= El Funoun Palestinian Popular Dance Troupe =

Palestinian dance troupe, formed in 1979

El Funoun Palestinian Popular Dance Troupe (فرقة الفنون الشعبية الفلسطينية) is a Palestinian dance troupe that was established in 1979. They are also called El Funoun Palestinian Popular Dance Troupe. They currently are based in Ramallah and have a direct mission to "resist the genocide of their people and culture." As of 2021, the dance troupe has between 50 and 230 volunteer members of men women and children. Their members are also both Muslim and Christian. El Funoun translates to 'The Art'.

== Goals/Mission ==
Through the choreography of their dances, they aim to represent Arab-Palestinian traditions. While they perform Dabke, a traditional folkloric dance, they also choreograph different types of dance that also encompass their mission to share their vision of Palestinian dance. Their dances have roots in traditional dances that historically were performed at celebrations and weddings and adapts them for the current context. They aim to appeal to the younger audiences as well and in doing so bring Palestinian culture into the present and let it evolve. They aim to preserve and engage with Palestinian history and traditions through dance and choreography and through performance. Their work in preserving Palestinian culture and creating spaces for Palestinians to engage with their traditional culture and dance through performances, is in opposition to Israeli suppression of Palestinian expression since the Nakba in 1948.

== History ==
El Funoun's first performance was at the Dabke Festival in Birzeit University in 1979. Since 1979, El Funoun has performed over 1,000 times at various venues and festivals, as well as produced shows that bring traditional Palestinian folkloric dance with contemporary dance. Originally, El Funoun consisted solely of male dancers, but in 1981 the group opened itself up to female dancers, which attracted some criticism due to its breaking of cultural norms. The group originally focused solely on dabke, but have since expanded to include other dance styles, as well as performances that mix traditional and contemporary choreography.

In 1986 El Funoun established the "Palestinian Folklore Day", which is an annual celebration that happens every year on October 7 and is celebrated all over Palestine. The dance troupe was also instrumental in establishing the Popular Arts Centre (PAC) in Al-Bireh in the West Bank in 1987, which aims to raise awareness about the arts and create opportunities for community members to participate in the arts.
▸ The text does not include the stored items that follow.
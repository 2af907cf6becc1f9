"""``ruleout new``."""

from __future__ import annotations

from importlib.resources import files
from pathlib import Path
from typing import Final

import typer

from ruleout.errors import InputError

FILES: Final = ("mechanism.toml", "experiments.toml", "data.csv")


def write_new_case(folder: Path) -> None:
    """Write a small commented case, which judges as it stands, into a new or empty ``folder``.

    Raises
    ------
    InputError
        If the folder cannot be made or already holds something.
    """
    try:
        folder.mkdir(parents=True, exist_ok=True)
        occupied = any(folder.iterdir())
    except OSError as error:
        raise InputError(
            f"this folder cannot be made ({error.strerror}); give another one", where=str(folder)
        ) from error
    if occupied:
        raise InputError(
            "this folder already holds something; give a new or an empty one", where=str(folder)
        )
    source = files("ruleout.cli") / "starter"
    try:
        for name in FILES:
            (folder / name).write_bytes((source / name).read_bytes())
    except OSError as error:
        raise InputError(
            f"this folder cannot be written ({error.strerror}); give another one",
            where=str(folder),
        ) from error
    typer.echo(f"{folder}: {', '.join(FILES)} written. Invented data, so that you can try at once:")
    typer.echo(f"  ruleout inspect {folder}")
    typer.echo(f"  ruleout judge {folder} --effort quick")
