"""A judgement as text that is readable at 80 columns and without colour."""

from __future__ import annotations

import textwrap
from collections.abc import Iterable, Mapping
from typing import TYPE_CHECKING, Any, Final

from rich.console import Console
from rich.text import Text

from ruleout.report.tables import option_words, present_parts, records
from ruleout.report.words import (
    CLAIM_VERDICTS,
    KEPT_MEANS,
    VERDICTS,
    by_verdict,
    headline,
    p_text,
    split_names,
)

if TYPE_CHECKING:
    import pandas as pd

    from ruleout.verdicts.types import Judgement

STYLES: Final = {
    "kept": "bold blue",
    "ruled_out": "bold red",
    "not_judged": "bold yellow",
    "needed": "bold",
    "excluded": "bold",
    "nothing_fits": "bold red",
}
REASONS_SHOWN: Final = 24
"""Ruled-out variants listed with their reasons; more would hide the rest of the table."""


def _width(console: Console) -> int:
    return max(40, min(console.width, 100))


def print_wrapped(console: Console, text: str, indent: str = "", first: str | None = None) -> None:
    """Print a paragraph, its first line beginning with ``first``."""
    lines = textwrap.wrap(
        text,
        _width(console),
        initial_indent=indent if first is None else first,
        subsequent_indent=indent,
        break_on_hyphens=False,
    )
    for line in lines:
        console.print(line, markup=False, highlight=False, soft_wrap=True)


def print_heading(console: Console, text: str) -> None:
    """Print a heading, underlined so that it stands out without colour."""
    console.print()
    console.print(Text(text, style="bold"))
    console.print("-" * len(text), markup=False, highlight=False)


def print_claims(console: Console, claims: pd.DataFrame) -> None:
    """Print each claim's verdict and sentence."""
    for row in records(claims):
        words = CLAIM_VERDICTS[row["verdict"]]
        line = Text()
        line.append(words.upper(), style=STYLES.get(row["verdict"], ""))
        line.append(f"  {row['claim']}")
        console.print(line, soft_wrap=True)
        text = row["text"].rstrip(".")
        print_wrapped(console, f"{text}. {row['statement']}" if text else row["statement"], "    ")


def print_variants(console: Console, variants: pd.DataFrame) -> None:
    """Print one line per variant with its verdict, and the reason under it."""
    name_width = max(7, *(len(v) for v in variants["variant"]))
    head = f"{'variant':<{name_width}}  {'verdict':<10}  {'p':>7}  {'free':>4}  contested, present"
    console.print(Text(head, style="bold"), soft_wrap=True)
    words = option_words(variants["choices"])
    left = REASONS_SHOWN
    for row in records(by_verdict(variants)):
        ruled_out = row["verdict"] == "ruled_out"
        if ruled_out and left == 0:
            break
        left -= ruled_out
        _print_variant(console, row, present_parts(row["choices"], words), name_width)
    hidden = int((variants["verdict"] == "ruled_out").sum()) - REASONS_SHOWN
    if hidden > 0:
        print_wrapped(console, f"... and {hidden} more ruled out; variants.csv has them all.")


def _print_variant(
    console: Console, row: Mapping[str, Any], present: list[str], name_width: int
) -> None:
    verdict = row["verdict"]
    before = f"{row['variant']:<{name_width}}  "
    after = f"  {p_text(row['p_value']):>7}  {row['free_parameters']:>4}  "
    used = len(before) + 10 + len(after)
    wrapped = textwrap.wrap(
        ", ".join(present) or "none", max(_width(console) - used, 20), break_on_hyphens=False
    )
    line = Text(before)
    line.append(f"{VERDICTS[verdict]:<10}", style=STYLES[verdict])
    line.append(after + wrapped[0])
    console.print(line, soft_wrap=True)
    for more in wrapped[1:]:
        console.print(" " * used + more, markup=False, highlight=False, soft_wrap=True)
    indent = " " * (name_width + 2)
    if row["reason"]:
        print_wrapped(console, row["reason"], indent=indent)
    flags = split_names(row["flags"])
    if flags:
        print_wrapped(console, f"note: {'; '.join(flags)}", indent=indent)


def print_findings(console: Console, findings: pd.DataFrame) -> None:
    """Print findings, those that concern every variant first, alike ones once."""
    for (message, remedy), rows in findings.groupby(["message", "remedy"], sort=False):
        names = [v for v in rows["variant"] if v]
        who = f"{', '.join(names)}: " if names else ""
        print_wrapped(console, f"{who}{message}", indent="  ", first="- ")
        if remedy:
            print_wrapped(console, str(remedy), indent="     ", first="  -> ")


def print_sentences(console: Console, sentences: Iterable[str]) -> None:
    """Print sentences as a list."""
    for sentence in sentences:
        print_wrapped(console, sentence, indent="  ", first="- ")


def print_judgement(console: Console, judgement: Judgement) -> None:
    """Print claims, variants and what the verdicts mean."""
    console.print()
    console.print(Text(str(judgement.meta["title"]), style="bold"))
    print_wrapped(console, headline(judgement.variants))
    if len(judgement.claims):
        print_heading(console, "Claims")
        print_claims(console, judgement.claims)
    print_heading(console, "Variants")
    print_variants(console, judgement.variants)
    general = judgement.findings[judgement.findings["variant"] == ""]
    if len(general):
        print_heading(console, "What to know about this case")
        print_findings(console, general)
    print_heading(console, "How to read this")
    print_wrapped(console, KEPT_MEANS)
    print_sentences(console, judgement.meta["conditions_of_guarantee"])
In the mid-1990s, the group's mission shifted from preservation of Palestinian cultural identity to development of a contemporary Palestinian identity.

From 1992 to 1999 El Funoun dance troupe performed at the Palestine International Festival. In 1997, the dance troupe received the Palestine Award for Popular Folklore.

In 1997, the group staged Zaghareed, which followed a modern Palestinian wedding.

In 2004, the group collaborated with the Belgian group les Ballets C de la B.

In 2011, the group collaborated with choreographer Yoshiko Chuma. A performance based on the collaboration was staged in New York City in 2012, with two members of the troupe participating.

== Performances ==
El Funoun is popular in Palestine and in previous performances would have between 1,000 and 3,000 people at their performances. During COVID-19, they did virtual dance performances.

El Funoun has performed and hosted workshops abroad, in places like Ireland, Malta, and the United Kingdom. They have toured in the United States twice, in 2006 and in 2016.